The Court considered this second limb first. Although it was NHG's burden to prove that URE had the requisite knowledge, URE took the bold step of waiving legal privilege over all of the advice it had received from its lawyers to demonstrate that it had not been advised on implications of the amalgamation until November 2018. The Court scrutinised that file in very considerable detail and agreed with URE.

The Court distinguished between knowing that a clause exists versus actually understanding what it means or how it applies. The knowledge required by URE was subjective - knowing that a termination provision existed in the boilerplate did not suffice. URE could not elect to waive a right it did not know it had.

"No Waiver" Clauses

The Court reached this conclusion notwithstanding Clause 13.1 ("No delay or omission by either party in exercising any right, […] shall be construed as a waiver of such right, power or remedy […]"). Though this issue did not strictly arise, the Judge proceeded to consider if this language would have been effective in preventing a determination of waiver, in the hypothetical where URE knew it had the right to terminate the Agreement.

Referring to MWB Business Exchange Centres Ltd v Rock Advertising Ltd [2018] UKSC 24, the Judge noted that courts will generally enforce an entire agreement clause and that, though a party may be estopped from relying on it, the fact the clause exists raises the threshold for finding of an estoppel. The Judge considered that the same reasoning must apply to "no waiver" provisions and Clause 13.1 was construed accordingly – "the clause must be taken into account in determining whether the conduct relied upon is sufficient to constitute waiver, or whether it is no more than mere delay."

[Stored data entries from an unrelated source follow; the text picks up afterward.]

"""The node cache changes no result: gridded values with and without memory are bit-identical
(the gridded models are themselves checked against ERFA in test_time_scales_physics.py and
test_earth_rotation.py)."""
from __future__ import annotations

import numpy as np

from stages.physics import earth_rotation as er
from stages.physics import time_scales as ts
from stages.physics.node_cache import NodeCache


def test_cache_returns_exactly_what_compute_returns():
    calls = []

    def reference(nodes):
        return np.sin(nodes.astype(float) * 0.1)[:, None] * np.array([1.0, 2.0])

    def compute(nodes):
        calls.append(nodes.size)
        return reference(nodes)

    cache = NodeCache(max_nodes=1000)
    for idx in (np.array([5, 7, 6]), np.array([6, 5]), np.array([3, 9]), np.array([2000, 2001])):
        assert np.array_equal(cache.values("k", idx, compute), reference(idx))
    # [5..7] computed; [6, 5] from memory; [3..9] grows the block; 2000.. is beyond max_nodes: direct
    assert calls == [3, 7, 2]


def test_gridded_models_identical_with_and_without_memory(monkeypatch):
    rng = np.random.default_rng(4)
    mjd = rng.integers(60000, 60010, 2000)
    sod = rng.uniform(0, 86400, 2000)
    x = np.tile([4.0e6, 1.0e6, 4.8e6], (2000, 1))
    first_t = ts.tdb_minus_tt_s(mjd, sod)
    first_g = er.itrs_to_gcrs(x, mjd, sod, mjd, sod + 69.184).pos_m
    monkeypatch.setattr(ts, "_NODES", NodeCache(max_nodes=0))   # memory off: every node computed afresh
    monkeypatch.setattr(er, "_NODES", NodeCache(max_nodes=0))
    assert np.array_equal(ts.tdb_minus_tt_s(mjd, sod), first_t)
    assert np.array_equal(er.itrs_to_gcrs(x, mjd, sod, mjd, sod + 69.184).pos_m, first_g)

URE argued that context was key; and that, due to its regulatory obligations, URE could not simply stop performing under the Agreement. However, after the amalgamation, URE required NHG to perform the Agreement. It also continued to participate in the negotiations for the PPA. The Judge decided that this conduct constituted more than mere "delay or omission" and that, if URE had been aware of its right to terminate the Agreement under Clause 10.2(d), Clause 13.1 would not have been effective in preventing her from finding that such a right had been waived.

Repudiation

NHG's repudiation arguments failed as:

  • while the first termination notice was defective, URE revoked it before NHG had accepted any repudiation;
  • the revocation letter was not repudiatory because it cured the first notice; and
  • the second termination notice was not repudiatory since the Court had found that URE was entitled to terminate under Clause 10.2(d).

Comment

The result may be considered surprising given the time that elapsed. However, the right was (arguably) obscure and the buyer received considerable value in the period of continued performance. The judgment highlights why it is important that key members of any organisation involved in major projects have a clear understanding of key terms in contracts, such as termination grounds, in case they are accidentally triggered.

Furthermore, the claimant likely prevailed in this case because of the decision to waive legal professional privilege. As a company reliant on a single contract, it probably had little to lose in doing so. On a larger project with a more complex fact pattern, this is unlikely to be an option. Moreover, it would be prudent to assume that a large corporate enterprise, particularly with an in-house legal team, is unlikely to be able to successfully claim ignorance of the effect of the key clauses in its contracts in the same way as URE. The case also shows that "no waiver" clauses may also be of limited assistance where there has been ongoing and active performance of a contract and engagement in the wider contractual relationship.

Finally, while the defendant's repudiation defences also survived because of URE's swift revocation of the defective notices, the judgment is a salutary reminder that any party considering termination should take comprehensive legal advice before issuing any notice.